-------- Task inputs --------

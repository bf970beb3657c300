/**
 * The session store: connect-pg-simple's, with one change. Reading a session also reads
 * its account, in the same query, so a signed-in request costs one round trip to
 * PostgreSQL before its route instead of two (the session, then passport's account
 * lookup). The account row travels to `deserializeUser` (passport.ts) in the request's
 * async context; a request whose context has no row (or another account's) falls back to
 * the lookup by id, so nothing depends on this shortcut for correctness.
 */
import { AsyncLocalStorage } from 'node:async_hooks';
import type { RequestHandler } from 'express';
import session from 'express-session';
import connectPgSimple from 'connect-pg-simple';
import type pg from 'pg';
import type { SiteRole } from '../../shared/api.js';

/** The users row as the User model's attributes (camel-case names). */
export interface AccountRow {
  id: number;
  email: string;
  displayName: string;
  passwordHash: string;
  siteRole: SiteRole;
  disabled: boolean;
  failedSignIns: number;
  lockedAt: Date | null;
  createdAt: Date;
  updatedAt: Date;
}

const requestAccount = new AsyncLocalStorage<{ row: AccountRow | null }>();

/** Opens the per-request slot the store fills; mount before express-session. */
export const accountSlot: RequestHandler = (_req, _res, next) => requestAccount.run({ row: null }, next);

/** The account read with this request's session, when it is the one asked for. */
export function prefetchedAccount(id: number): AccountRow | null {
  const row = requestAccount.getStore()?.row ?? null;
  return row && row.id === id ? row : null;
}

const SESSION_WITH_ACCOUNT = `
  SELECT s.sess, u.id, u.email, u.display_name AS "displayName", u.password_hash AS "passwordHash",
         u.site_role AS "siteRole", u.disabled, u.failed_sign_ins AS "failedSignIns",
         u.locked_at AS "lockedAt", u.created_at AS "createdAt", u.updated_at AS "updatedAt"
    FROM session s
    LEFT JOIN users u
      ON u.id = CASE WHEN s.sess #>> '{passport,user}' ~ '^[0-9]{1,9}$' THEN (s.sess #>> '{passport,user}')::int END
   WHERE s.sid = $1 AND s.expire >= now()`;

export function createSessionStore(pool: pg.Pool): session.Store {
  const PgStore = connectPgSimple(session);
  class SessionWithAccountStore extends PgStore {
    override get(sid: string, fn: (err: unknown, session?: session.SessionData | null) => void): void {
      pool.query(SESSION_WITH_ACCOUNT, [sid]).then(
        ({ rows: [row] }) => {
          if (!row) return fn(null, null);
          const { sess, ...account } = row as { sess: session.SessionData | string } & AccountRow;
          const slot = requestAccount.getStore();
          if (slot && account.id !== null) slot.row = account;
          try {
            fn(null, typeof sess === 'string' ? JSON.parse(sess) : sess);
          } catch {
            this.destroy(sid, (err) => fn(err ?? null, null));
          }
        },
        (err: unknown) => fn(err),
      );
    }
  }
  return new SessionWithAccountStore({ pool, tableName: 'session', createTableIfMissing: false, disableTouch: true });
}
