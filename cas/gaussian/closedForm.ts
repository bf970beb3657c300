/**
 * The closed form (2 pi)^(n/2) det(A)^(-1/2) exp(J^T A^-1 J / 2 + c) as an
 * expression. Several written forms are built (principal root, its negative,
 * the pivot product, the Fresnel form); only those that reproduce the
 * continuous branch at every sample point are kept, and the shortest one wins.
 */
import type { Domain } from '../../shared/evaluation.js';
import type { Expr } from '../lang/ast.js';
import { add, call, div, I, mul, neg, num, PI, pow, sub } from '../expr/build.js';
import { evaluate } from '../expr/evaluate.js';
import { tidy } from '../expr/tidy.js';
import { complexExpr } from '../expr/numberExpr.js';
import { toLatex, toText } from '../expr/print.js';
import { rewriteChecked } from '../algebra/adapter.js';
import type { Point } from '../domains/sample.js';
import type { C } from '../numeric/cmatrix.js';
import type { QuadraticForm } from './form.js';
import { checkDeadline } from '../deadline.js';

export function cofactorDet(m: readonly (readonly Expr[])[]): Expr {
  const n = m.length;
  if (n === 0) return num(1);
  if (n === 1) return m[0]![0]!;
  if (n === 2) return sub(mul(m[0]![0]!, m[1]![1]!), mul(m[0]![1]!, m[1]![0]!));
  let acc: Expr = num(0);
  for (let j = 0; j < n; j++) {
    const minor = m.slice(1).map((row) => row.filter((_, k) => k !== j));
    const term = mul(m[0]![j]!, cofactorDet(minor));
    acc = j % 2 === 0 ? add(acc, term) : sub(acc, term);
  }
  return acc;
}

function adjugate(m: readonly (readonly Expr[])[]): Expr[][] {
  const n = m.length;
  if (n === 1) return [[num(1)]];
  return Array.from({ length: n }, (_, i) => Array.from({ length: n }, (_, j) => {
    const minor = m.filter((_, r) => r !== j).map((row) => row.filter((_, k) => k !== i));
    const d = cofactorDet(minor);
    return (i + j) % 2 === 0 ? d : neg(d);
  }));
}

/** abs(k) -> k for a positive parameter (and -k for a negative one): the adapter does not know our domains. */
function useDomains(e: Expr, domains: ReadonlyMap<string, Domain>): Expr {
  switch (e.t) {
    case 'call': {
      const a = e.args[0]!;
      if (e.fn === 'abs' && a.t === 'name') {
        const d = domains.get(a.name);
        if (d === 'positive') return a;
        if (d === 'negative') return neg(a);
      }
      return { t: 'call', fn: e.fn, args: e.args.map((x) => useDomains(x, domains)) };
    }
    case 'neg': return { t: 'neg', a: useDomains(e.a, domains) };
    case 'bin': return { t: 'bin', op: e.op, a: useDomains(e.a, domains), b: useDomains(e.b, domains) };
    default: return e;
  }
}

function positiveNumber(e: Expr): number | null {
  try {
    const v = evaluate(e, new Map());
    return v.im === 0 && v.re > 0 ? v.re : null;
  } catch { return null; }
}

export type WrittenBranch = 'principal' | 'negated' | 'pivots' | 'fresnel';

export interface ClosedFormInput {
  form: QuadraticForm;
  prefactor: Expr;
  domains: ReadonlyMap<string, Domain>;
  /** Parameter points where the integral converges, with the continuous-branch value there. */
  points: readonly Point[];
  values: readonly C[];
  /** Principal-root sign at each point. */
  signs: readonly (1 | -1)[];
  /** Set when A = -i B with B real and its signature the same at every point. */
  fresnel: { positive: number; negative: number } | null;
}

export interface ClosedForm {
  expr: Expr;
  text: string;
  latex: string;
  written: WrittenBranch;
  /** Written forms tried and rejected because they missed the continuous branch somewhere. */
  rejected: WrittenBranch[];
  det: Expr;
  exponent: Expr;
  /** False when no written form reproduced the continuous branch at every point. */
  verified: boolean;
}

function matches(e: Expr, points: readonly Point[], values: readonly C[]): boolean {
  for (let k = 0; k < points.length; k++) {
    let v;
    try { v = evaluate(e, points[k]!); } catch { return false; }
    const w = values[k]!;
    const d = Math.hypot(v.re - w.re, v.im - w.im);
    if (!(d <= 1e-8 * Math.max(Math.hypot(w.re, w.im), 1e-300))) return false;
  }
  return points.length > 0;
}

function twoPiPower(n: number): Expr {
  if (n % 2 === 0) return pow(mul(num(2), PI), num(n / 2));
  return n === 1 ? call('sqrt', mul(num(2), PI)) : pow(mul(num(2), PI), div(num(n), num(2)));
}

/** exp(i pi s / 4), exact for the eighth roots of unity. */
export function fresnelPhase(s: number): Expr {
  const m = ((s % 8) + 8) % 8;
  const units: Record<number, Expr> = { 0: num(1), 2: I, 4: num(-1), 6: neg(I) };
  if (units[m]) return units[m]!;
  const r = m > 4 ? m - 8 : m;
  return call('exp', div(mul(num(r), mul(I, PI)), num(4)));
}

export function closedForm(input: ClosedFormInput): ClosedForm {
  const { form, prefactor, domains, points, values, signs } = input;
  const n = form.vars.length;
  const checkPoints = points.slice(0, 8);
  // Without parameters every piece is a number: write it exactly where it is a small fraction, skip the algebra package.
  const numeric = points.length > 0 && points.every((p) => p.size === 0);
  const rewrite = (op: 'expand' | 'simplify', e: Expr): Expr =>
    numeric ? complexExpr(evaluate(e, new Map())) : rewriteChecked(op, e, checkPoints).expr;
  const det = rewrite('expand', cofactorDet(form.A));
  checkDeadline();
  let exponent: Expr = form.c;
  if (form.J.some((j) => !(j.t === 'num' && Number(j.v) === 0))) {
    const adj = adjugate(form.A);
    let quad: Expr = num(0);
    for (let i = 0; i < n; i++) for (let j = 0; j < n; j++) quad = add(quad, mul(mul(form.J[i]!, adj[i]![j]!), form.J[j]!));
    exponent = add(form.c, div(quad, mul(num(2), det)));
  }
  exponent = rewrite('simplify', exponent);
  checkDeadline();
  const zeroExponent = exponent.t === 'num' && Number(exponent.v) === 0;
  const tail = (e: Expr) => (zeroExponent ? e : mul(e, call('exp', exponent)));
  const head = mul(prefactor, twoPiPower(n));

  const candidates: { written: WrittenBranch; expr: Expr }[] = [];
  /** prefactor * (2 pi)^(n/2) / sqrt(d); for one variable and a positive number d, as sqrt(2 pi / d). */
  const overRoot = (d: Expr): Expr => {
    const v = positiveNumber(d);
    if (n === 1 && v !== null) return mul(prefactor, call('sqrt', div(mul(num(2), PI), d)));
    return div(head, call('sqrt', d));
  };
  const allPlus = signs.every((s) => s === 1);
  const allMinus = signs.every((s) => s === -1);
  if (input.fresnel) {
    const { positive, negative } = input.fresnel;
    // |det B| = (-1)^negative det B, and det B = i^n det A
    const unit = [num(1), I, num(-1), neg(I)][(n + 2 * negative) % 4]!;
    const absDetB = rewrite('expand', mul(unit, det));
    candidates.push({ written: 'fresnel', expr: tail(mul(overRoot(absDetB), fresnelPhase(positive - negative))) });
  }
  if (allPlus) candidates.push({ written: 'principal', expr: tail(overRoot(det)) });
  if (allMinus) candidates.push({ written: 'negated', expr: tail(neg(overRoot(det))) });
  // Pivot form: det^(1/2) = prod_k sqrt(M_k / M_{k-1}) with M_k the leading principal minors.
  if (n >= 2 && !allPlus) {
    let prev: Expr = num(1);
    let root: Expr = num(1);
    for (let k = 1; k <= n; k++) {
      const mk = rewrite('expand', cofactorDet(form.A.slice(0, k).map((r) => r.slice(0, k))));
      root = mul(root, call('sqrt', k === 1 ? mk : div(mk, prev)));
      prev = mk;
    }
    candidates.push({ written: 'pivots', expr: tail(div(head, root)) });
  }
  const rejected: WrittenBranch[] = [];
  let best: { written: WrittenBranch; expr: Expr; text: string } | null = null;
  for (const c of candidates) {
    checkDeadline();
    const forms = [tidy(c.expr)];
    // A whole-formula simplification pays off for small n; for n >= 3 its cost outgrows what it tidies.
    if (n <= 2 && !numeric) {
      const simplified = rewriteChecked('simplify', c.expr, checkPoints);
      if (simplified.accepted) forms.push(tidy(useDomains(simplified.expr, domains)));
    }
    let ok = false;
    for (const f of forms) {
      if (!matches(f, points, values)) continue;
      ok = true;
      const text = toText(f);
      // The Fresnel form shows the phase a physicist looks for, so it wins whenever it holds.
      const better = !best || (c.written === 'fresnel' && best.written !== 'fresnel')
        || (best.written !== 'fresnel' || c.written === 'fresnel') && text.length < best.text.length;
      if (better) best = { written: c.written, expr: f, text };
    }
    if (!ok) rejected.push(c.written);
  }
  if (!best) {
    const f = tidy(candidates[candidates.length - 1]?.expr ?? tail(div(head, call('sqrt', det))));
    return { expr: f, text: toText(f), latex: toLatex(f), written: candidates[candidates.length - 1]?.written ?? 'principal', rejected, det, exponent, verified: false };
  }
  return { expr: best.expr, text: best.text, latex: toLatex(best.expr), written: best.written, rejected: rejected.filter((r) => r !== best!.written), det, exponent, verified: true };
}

--------

**How to complete this task:**
When the line with "if (n === 1) return [[num(1)]];" is reached in the data above, begin copying, and stop after the line with "if (d === 'positive') return a;"; copy each line exactly, both ends included.

**Written solution:**
  if (n === 1) return [[num(1)]];
  return Array.from({ length: n }, (_, i) => Array.from({ length: n }, (_, j) => {
    const minor = m.filter((_, r) => r !== j).map((row) => row.filter((_, k) => k !== i));
    const d = cofactorDet(minor);
    return (i + j) % 2 === 0 ? d : neg(d);
  }));
}

/** abs(k) -> k for a positive parameter (and -k for a negative one): the adapter does not know our domains. */
function useDomains(e: Expr, domains: ReadonlyMap<string, Domain>): Expr {
  switch (e.t) {
    case 'call': {
      const a = e.args[0]!;
      if (e.fn === 'abs' && a.t === 'name') {
        const d = domains.get(a.name);
        if (d === 'positive') return a;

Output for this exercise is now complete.